To do: Look for the word "series" in the data below, and copy every line that holds it.

START Source data

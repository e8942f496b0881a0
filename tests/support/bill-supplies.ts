/**
 * Two priced electricity supplies for the supplier-bill tests: two hourly
 * import meters with a tariff each (flat 0.20 a kWh, 1.00 a day standing, no
 * VAT), two days of readings each in January 2026 (GMT: local time is UTC),
 * and what the meters and the tariff say for January, worked out here.
 */
import Decimal from "decimal.js-light";
import { expect } from "vitest";
import { Client } from "./http";
import type { MeteredOrg } from "./metered-org";

const HOUR = 3_600_000;
const FIRST = Date.parse("2026-01-12T00:00:00Z");
const RATE = "0.20";
const STANDING = "1.00";
const JANUARY_DAYS = 31;

export interface BillSupply {
  code: string;
  tariffName: string;
  /** January 2026, exact decimal text. */
  meteredKwh: string;
  computedCost: string;
}

/** Hour i's kWh at meter `m`: distinct, three decimals. */
const hourKwh = (m: number, i: number) =>
  (2 + m + ((i * 29) % 40) / 8).toFixed(3);

export async function createBillSupplies(
  org: MeteredOrg,
  manager: Client,
): Promise<BillSupply[]> {
  const base = `/api/v1/orgs/${org.org.id}`;
  const supplies: BillSupply[] = [];
  const readings: Record<string, unknown>[] = [];
  for (const m of [0, 1]) {
    const code = `BILL${m}-${org.tag}`;
    const meter = await manager.postJson(`${base}/meters`, {
      site_id: org.siteId,
      code,
      name: code,
      quantity: "electric_work",
      carrier: "electricity",
      orientation: "import",
      interval_minutes: 60,
      installed_at: "2025-12-01",
    });
    expect(meter.status).toBe(201);
    const meterId = ((await meter.json()) as { id: string }).id;
    const tariffName = `Supply ${m + 1} ${org.tag}`;
    const tariff = await manager.postJson(`${base}/tariffs`, {
      name: tariffName,
      site_id: org.siteId,
      carrier: "electricity",
      meter_id: meterId,
      currency: "GBP",
      first_version: {
        valid_from: "2026-01-01",
        rates: {
          bands: [
            {
              name: "All day",
              rate_per_kwh: RATE,
              windows: "Mon-Sun 00:00-00:00",
            },
          ],
          standing_charge_per_day: STANDING,
          vat_percent: "0",
        },
      },
    });
    expect(tariff.status).toBe(201);
    let kwh = new Decimal(0);
    for (let i = 0; i < 48; i++) {
      const value = hourKwh(m, i);
      kwh = kwh.plus(value);
      readings.push({
        meter: code,
        quantity: "interval_energy",
        start: new Date(FIRST + i * HOUR).toISOString(),
        end: new Date(FIRST + (i + 1) * HOUR).toISOString(),
        energy_kwh: Number(value),
      });
    }
    supplies.push({
      code,
      tariffName,
      meteredKwh: kwh.toString(),
      computedCost: kwh
        .times(RATE)
        .plus(new Decimal(STANDING).times(JANUARY_DAYS))
        .toString(),
    });
  }
  const posted = await new Client().postJson(
    "/api/v1/readings",
    { readings },
    { authorization: `Bearer ${org.gatewayKey}` },
  );
  expect(posted.status).toBe(200);
  expect(((await posted.json()) as { rejected: unknown[] }).rejected).toEqual(
    [],
  );
  return supplies;
}

/** A bill file's CSV: the first supply's January as metered (agreed), the second's 10 % dearer (queried). */
export function agreedAndQueriedCsv(supplies: BillSupply[]): string {
  const [a, b] = supplies;
  return [
    "supply,period_from,period_to,kwh,amount,read_type",
    `${a.code},2026-01-01,2026-01-31,${a.meteredKwh},${a.computedCost},actual`,
    `${b.tariffName},2026-01-01,2026-01-31,${b.meteredKwh},${new Decimal(b.computedCost).times("1.1").toString()},estimated`,
  ].join("\n");
}
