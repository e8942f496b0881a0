/**
 * A metered organisation (tests/support/metered-org.ts) with fifteen full
 * months behind it, so every main page has something to show: heat that
 * follows the degree days, chilled water, electricity in and solar out, daily
 * weather for the site, and a saved heat baseline on the first six months.
 *
 *   const data = await createYearOfData();
 *   await page.goto(`${baseUrl}/o/${data.org.org.id}/weather?${data.weatherQuery}`);
 */
import { eq } from "drizzle-orm";
import { expect } from "vitest";
import { db, schema } from "./db";
import { Client } from "./http";
import {
  createMeteredOrg,
  METERS_INSTALLED_AT,
  type MeteredOrg,
  type MeterRef,
} from "./metered-org";

export interface YearOfData {
  org: MeteredOrg;
  /** The full months with data, oldest first (YYYY-MM). */
  months: string[];
  heat: MeterRef;
  cooling: MeterRef;
  /** The Weather & baselines query that shows the model, savings and EnPIs. */
  weatherQuery: string;
}

const FULL_MONTHS = 15;
const BASE_C = 15.5;

/** YYYY-MM of the month `back` months before this one (UTC). */
function monthBack(back: number): string {
  const now = new Date();
  return new Date(Date.UTC(now.getUTCFullYear(), now.getUTCMonth() - back, 1))
    .toISOString()
    .slice(0, 7);
}

function daysIn(month: string): number {
  const [y, m] = month.split("-").map(Number);
  return new Date(Date.UTC(y, m, 0)).getUTCDate();
}

/** A mild seasonal swing: cold in January, warm in July. */
function dailyMean(month: string, day: number): number {
  const m = Number(month.slice(5));
  return 11 - 8 * Math.cos(((m - 1) / 12) * 2 * Math.PI) + ((day % 3) - 1);
}

const round3 = (x: number) => Math.round(x * 1000) / 1000;

export async function createYearOfData(): Promise<YearOfData> {
  const org = await createMeteredOrg({
    roles: ["energy_manager"],
    timeZone: "UTC",
  });
  const { id: orgId } = org.org;
  await db
    .update(schema.sites)
    .set({ floorAreaM2: "1200", degreeDayBaseC: String(BASE_C) })
    .where(eq(schema.sites.id, org.siteId));
  const [heat, cooling] = await db
    .insert(schema.meters)
    .values(
      (["heat", "cooling"] as const).map((carrier) => ({
        organizationId: orgId,
        siteId: org.siteId,
        installedAt: METERS_INSTALLED_AT,
        code: `${carrier === "heat" ? "H" : "K"}-${org.tag}`,
        name: carrier === "heat" ? "Boiler heat register" : "Chilled water",
        quantity: "heat_register" as const,
        carrier,
        orientation: "import" as const,
      })),
    )
    .returning({ id: schema.meters.id, code: schema.meters.code });

  const months = Array.from({ length: FULL_MONTHS }, (_, i) =>
    monthBack(FULL_MONTHS - i),
  );
  const weather: string[] = [];
  const hdd: number[] = [];
  const cdd: number[] = [];
  for (const month of months) {
    let h = 0;
    let c = 0;
    for (let d = 1; d <= daysIn(month); d++) {
      const t = dailyMean(month, d);
      weather.push(`${month}-${String(d).padStart(2, "0")},${t}`);
      h += Math.max(0, BASE_C - t);
      c += Math.max(0, t - BASE_C);
    }
    hdd.push(h);
    cdd.push(c);
  }

  const manager = new Client();
  await manager.signIn(org.org.members[0].email, org.org.members[0].password);
  const form = new FormData();
  form.set("intent", "upload-weather");
  form.set("siteId", org.siteId);
  form.set(
    "file",
    new Blob([["date,mean_temp_c", ...weather].join("\n")], {
      type: "text/csv",
    }),
    "weather.csv",
  );
  const uploaded = await manager.request(`/o/${orgId}/weather`, {
    method: "POST",
    body: form,
  });
  expect(uploaded.status).toBe(200);

  // Register reads at each month start and an hour ago, so the last 30
  // days have hours too. Heat follows the degree days (200 kWh + 30 kWh per
  // degree day); the rest is steady.
  const starts = [...months, monthBack(0)].map((m) => `${m}-01T00:00:00Z`);
  const times = [...starts, new Date(Date.now() - 3_600_000).toISOString()];
  const series = (
    meter: MeterRef,
    quantity: string,
    monthly: (i: number) => number,
  ) => {
    let register = 1000;
    return times.map((time, i) => {
      if (i > 0) register += monthly(Math.min(i - 1, months.length - 1));
      return {
        meter: meter.code,
        quantity,
        time,
        register_kwh: round3(register),
      };
    });
  };
  const readings = [
    ...series(heat, "heat_register", (i) => 200 + 30 * hdd[i]),
    // Less cooling each year, so its change on a year before is down.
    ...series(cooling, "heat_register", (i) => 120 + 25 * cdd[i] - 3 * i),
    ...series(org.meters.register, "electric_register", (i) => 1500 + 40 * i),
    ...series(org.meters.export, "electric_register", (i) => 60 + 5 * i),
  ];
  const posted = await new Client().postJson(
    "/api/v1/readings",
    { readings },
    { authorization: `Bearer ${org.gatewayKey}` },
  );
  expect(posted.status).toBe(200);

  const saved = await manager.post(`/o/${orgId}/weather`, {
    intent: "save-baseline",
    siteId: org.siteId,
    carrier: "heat",
    driver: "hdd",
    from: months[0],
    to: months[5],
  });
  expect(saved.status).toBe(200);

  const weatherQuery = new URLSearchParams({
    site: org.siteId,
    carrier: "heat",
    baseFrom: months[0],
    baseTo: months[5],
    reportFrom: months[6],
    reportTo: months[months.length - 1],
  }).toString();
  return { org, months, heat, cooling, weatherQuery };
}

END Source data

Completed task:
  const series = (
    ...series(heat, "heat_register", (i) => 200 + 30 * hdd[i]),
    ...series(cooling, "heat_register", (i) => 120 + 25 * cdd[i] - 3 * i),
    ...series(org.meters.register, "electric_register", (i) => 1500 + 40 * i),
    ...series(org.meters.export, "electric_register", (i) => 60 + 5 * i),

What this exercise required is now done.